[[ SUPPLIED RECORDS, beginning ]]

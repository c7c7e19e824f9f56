"""Redo: what undo took back is entered again, any depth, until somebody enters something new."""

from __future__ import annotations

import pytest

from app.desk.errors import NotAllowedNow, SomebodyWasFirst
from app.desk.people import withdraw
from app.desk.undo import redo, undo
from app.meet.model import Result
from tests.cast import ADA, BO, CLEO, OTTO, WANDA, Hall
from tests.desk.checks import check_board, refused, replayed, rows
from tests.desk.test_undo import ENTRIES, entered


def back(hall: Hall) -> str:
    offered = hall.board().undo
    return undo(hall.desk, hall.platform_id, offered.id if offered else None, who=WANDA)


def again(hall: Hall) -> str:
    offered = hall.board().redo
    return redo(hall.desk, hall.platform_id, offered.id if offered else None, who=WANDA)


@pytest.mark.parametrize("entry", ENTRIES.values(), ids=list(ENTRIES))
def test_every_kind_of_entry_is_entered_again_whole_and_no_plate_moves(hall: Hall, entry) -> None:
    entry(hall)
    what, after, bar = hall.journal()[-1].what, entered(hall), hall.picture().bar
    back(hall)
    assert again(hall) == f"Entered again: {what}."
    assert entered(hall) == after
    assert hall.picture().bar == bar
    check_board(hall.board())
    assert replayed(hall.journal()) == rows(hall.desk.engine)


def test_undo_and_redo_reach_any_depth(hall: Hall) -> None:
    states = [entered(hall)]
    for name, number, weight in (
        (BO, 2, "115"),
        (BO, 3, "120"),
        (CLEO, 2, "112.5"),
        (CLEO, 3, "117.5"),
        (ADA, 2, "105"),
    ):
        hall.declare(name, number, weight)
        states.append(entered(hall))
    withdraw(hall.desk, hall.platform_id, hall.lifter(CLEO).id, back=False, who=WANDA)
    states.append(entered(hall))
    for state in reversed(states[:-1]):
        back(hall)
        assert entered(hall) == state
    for state in states[1:]:
        again(hall)
        assert entered(hall) == state
    for state in reversed(states[:-1]):
        back(hall)
        assert entered(hall) == state
    assert replayed(hall.journal()) == rows(hall.desk.engine)


def test_redo_is_gone_after_a_new_entry(hall: Hall) -> None:
    hall.declare(BO, 2, "115")
    back(hall)
    assert hall.board().redo is not None
    hall.declare(CLEO, 2, "115")
    assert hall.board().redo is None
    with refused(hall, NotAllowedNow, "There is nothing to redo."):
        again(hall)


def test_there_is_nothing_to_redo_before_anything_was_taken_back(hall: Hall) -> None:
    with refused(hall, NotAllowedNow, "There is nothing to redo."):
        again(hall)


def test_what_the_crew_says_meanwhile_does_not_take_redo_away(hall: Hall) -> None:
    hall.declare(BO, 2, "115")
    back(hall)
    hall.load()
    assert again(hall) == "Entered again: Bo Carver: Squat, 2nd declared at 115."


def test_redo_of_a_result_gives_the_next_change_as_it_was(hall: Hall) -> None:
    hall.load()
    hall.judge(ADA, 1, Result.GOOD)
    bar = hall.picture().bar
    back(hall)
    assert hall.board().ask is True  # the crew holds Bo's change and Ada is up again
    again(hall)
    assert hall.picture().bar == bar
    assert hall.board().ask is False


def test_redo_under_a_loaded_bar_is_refused(hall: Hall) -> None:
    hall.declare(ADA, 1, "105")
    back(hall)  # 100 again, and that is what the crew was shown
    hall.load()
    told = (
        "The bar is loaded for Ada Brook at 100. Nothing may change on it now; "
        "take “bar is loaded” back first if it is a mistake."
    )
    with refused(hall, NotAllowedNow, told):
        again(hall)


def test_the_redo_that_was_seen_is_done_and_no_other(hall: Hall) -> None:
    hall.declare(BO, 2, "115")
    hall.declare(BO, 3, "120")
    back(hall)
    seen = hall.board().redo
    assert seen is not None
    undo(hall.desk, hall.platform_id, None, who=OTTO)
    with pytest.raises(SomebodyWasFirst, match="Look before you redo"):
        redo(hall.desk, hall.platform_id, seen.id, who=WANDA)


def test_words_are_not_piled_up_by_going_back_and_forth(hall: Hall) -> None:
    hall.declare(BO, 2, "115")
    for _ in range(3):
        assert back(hall) == "Undone: Bo Carver: Squat, 2nd declared at 115."
        assert again(hall) == "Entered again: Bo Carver: Squat, 2nd declared at 115."


def test_redo_on_one_platform_leaves_the_other_alone(halls: tuple[Hall, Hall]) -> None:
    hall, other = halls
    hall.declare(BO, 2, "115")
    back(hall)
    before = other.picture()
    assert other.board().redo is None
    again(hall)
    assert other.picture() == before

[[ SUPPLIED RECORDS, end ]]

WHAT IS NEEDED> Nothing but the lines from the one containing "assert other.board().redo is None" through the last line of the data above should be set down, word for word.

ANSWER BELOW>
    assert other.board().redo is None
    again(hall)
    assert other.picture() == before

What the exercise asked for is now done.